TASK GOAL =>
In the records below, some lines hold the word "StartError". Copy each of those lines.

DATA TO PROCESS =>

========================

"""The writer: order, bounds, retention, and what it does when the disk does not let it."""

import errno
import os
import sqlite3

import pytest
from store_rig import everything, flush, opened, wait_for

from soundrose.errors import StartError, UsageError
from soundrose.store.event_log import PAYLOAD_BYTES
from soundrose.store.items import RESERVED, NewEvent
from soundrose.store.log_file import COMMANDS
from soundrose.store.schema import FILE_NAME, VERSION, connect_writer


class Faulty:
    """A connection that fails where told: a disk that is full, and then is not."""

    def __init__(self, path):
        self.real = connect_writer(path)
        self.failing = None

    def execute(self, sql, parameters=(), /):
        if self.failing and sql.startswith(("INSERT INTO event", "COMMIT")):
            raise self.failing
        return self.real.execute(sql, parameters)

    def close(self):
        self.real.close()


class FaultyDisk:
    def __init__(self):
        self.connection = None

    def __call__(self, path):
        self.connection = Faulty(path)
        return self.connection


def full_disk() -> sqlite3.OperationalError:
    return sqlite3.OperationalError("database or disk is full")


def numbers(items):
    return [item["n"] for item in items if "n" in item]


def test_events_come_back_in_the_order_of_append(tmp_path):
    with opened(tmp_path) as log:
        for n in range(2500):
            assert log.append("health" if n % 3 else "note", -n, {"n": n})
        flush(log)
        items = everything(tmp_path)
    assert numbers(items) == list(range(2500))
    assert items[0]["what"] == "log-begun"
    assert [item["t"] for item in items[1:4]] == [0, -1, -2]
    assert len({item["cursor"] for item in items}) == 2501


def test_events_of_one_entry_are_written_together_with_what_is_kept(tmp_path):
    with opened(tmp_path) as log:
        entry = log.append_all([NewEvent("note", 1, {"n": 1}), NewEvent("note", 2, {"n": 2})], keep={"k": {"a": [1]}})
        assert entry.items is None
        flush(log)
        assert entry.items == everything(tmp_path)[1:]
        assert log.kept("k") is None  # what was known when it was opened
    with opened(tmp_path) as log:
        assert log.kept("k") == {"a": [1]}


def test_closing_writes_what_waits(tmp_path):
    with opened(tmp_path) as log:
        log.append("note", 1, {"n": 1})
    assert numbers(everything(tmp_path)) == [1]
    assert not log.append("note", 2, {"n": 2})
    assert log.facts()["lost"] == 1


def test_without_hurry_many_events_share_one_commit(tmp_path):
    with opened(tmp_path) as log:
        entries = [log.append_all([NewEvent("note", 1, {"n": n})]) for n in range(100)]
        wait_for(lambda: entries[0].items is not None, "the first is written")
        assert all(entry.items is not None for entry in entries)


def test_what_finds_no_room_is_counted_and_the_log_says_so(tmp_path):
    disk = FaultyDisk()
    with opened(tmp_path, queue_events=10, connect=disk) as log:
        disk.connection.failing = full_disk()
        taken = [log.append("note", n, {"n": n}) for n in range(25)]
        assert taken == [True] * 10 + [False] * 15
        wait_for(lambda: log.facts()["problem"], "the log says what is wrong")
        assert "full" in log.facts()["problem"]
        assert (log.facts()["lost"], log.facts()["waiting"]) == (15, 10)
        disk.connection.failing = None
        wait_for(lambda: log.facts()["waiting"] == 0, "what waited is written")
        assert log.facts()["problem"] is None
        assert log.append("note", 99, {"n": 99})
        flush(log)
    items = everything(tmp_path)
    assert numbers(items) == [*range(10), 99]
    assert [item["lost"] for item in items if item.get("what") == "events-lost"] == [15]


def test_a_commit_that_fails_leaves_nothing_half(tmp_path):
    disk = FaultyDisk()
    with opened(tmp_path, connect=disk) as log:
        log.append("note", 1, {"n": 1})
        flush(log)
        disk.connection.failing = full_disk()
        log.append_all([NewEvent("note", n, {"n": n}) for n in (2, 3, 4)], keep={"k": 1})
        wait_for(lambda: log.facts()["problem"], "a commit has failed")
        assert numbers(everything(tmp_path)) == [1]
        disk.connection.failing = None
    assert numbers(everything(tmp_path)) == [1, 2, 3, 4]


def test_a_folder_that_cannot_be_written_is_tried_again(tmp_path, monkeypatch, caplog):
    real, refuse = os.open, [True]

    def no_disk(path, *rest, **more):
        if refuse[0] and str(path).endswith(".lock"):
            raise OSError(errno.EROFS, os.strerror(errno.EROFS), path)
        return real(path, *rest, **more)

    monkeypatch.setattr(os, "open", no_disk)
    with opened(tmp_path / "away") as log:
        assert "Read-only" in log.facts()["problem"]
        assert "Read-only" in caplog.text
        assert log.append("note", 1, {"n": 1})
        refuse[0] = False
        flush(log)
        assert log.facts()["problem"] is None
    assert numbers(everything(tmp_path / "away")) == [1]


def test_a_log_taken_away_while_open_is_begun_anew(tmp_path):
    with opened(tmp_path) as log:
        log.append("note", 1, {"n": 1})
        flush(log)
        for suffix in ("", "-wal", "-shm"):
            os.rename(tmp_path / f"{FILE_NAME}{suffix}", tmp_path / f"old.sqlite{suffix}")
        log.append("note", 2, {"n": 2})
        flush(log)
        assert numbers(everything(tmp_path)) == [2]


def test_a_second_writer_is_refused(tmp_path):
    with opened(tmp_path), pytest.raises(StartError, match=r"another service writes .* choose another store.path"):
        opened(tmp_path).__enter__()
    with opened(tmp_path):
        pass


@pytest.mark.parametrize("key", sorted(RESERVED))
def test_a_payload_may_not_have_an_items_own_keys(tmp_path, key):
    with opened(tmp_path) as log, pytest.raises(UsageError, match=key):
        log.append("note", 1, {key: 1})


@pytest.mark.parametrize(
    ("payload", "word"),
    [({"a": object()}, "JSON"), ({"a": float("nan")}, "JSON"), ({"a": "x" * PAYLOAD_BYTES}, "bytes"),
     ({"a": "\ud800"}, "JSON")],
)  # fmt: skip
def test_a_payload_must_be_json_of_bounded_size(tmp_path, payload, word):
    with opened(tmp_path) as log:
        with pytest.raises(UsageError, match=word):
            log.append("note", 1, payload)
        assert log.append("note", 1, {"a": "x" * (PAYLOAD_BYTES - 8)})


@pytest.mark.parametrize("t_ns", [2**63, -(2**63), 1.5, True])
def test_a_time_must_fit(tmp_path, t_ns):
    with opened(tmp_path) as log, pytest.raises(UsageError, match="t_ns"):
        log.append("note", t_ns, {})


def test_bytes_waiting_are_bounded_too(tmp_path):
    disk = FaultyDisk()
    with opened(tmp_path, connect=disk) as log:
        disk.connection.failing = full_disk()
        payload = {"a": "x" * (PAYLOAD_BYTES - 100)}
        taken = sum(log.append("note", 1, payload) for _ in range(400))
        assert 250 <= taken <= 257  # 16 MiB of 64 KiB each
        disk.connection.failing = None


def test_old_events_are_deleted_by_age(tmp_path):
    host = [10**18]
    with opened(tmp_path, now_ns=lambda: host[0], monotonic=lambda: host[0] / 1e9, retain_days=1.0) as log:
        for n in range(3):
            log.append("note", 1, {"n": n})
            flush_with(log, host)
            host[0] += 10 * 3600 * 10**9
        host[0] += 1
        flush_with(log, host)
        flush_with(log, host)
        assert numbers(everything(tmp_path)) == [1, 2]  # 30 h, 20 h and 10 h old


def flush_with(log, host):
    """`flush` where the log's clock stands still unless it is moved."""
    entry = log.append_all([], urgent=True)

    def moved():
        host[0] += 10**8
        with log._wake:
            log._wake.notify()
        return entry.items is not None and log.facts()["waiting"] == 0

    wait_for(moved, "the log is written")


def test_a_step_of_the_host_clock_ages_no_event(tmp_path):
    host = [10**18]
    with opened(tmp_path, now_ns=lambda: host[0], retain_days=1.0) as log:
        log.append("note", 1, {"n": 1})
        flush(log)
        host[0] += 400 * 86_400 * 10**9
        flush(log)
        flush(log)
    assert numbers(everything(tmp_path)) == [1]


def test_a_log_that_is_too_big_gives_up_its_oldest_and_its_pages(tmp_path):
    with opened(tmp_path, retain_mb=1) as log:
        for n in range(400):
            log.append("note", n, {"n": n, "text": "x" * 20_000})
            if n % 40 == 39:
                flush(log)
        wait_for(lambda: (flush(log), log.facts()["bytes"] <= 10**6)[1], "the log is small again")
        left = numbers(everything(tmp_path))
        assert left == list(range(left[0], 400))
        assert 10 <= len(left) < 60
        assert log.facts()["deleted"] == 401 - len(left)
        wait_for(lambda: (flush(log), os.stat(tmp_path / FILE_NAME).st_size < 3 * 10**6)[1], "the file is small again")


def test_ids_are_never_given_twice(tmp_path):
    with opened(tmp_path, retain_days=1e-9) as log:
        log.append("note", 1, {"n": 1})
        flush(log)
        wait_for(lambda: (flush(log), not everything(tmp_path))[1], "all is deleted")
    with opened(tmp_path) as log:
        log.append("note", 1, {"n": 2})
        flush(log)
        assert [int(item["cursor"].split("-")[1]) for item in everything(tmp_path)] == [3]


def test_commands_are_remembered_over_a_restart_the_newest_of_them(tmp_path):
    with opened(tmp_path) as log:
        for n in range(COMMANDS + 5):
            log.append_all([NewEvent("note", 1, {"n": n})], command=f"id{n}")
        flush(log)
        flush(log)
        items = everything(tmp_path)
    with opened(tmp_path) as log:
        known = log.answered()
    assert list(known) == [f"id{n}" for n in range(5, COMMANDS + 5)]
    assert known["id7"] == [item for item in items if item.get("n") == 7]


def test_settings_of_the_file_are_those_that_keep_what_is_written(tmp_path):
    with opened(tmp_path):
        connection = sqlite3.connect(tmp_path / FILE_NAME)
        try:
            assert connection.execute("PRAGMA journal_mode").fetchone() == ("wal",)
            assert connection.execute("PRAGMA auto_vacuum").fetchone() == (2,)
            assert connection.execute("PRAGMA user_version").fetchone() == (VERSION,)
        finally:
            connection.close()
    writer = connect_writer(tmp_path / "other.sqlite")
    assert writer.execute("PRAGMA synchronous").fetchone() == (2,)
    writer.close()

========================

REPLY TO THE EXERCISE =>
from soundrose.errors import StartError, UsageError
    with opened(tmp_path), pytest.raises(StartError, match=r"another service writes .* choose another store.path"):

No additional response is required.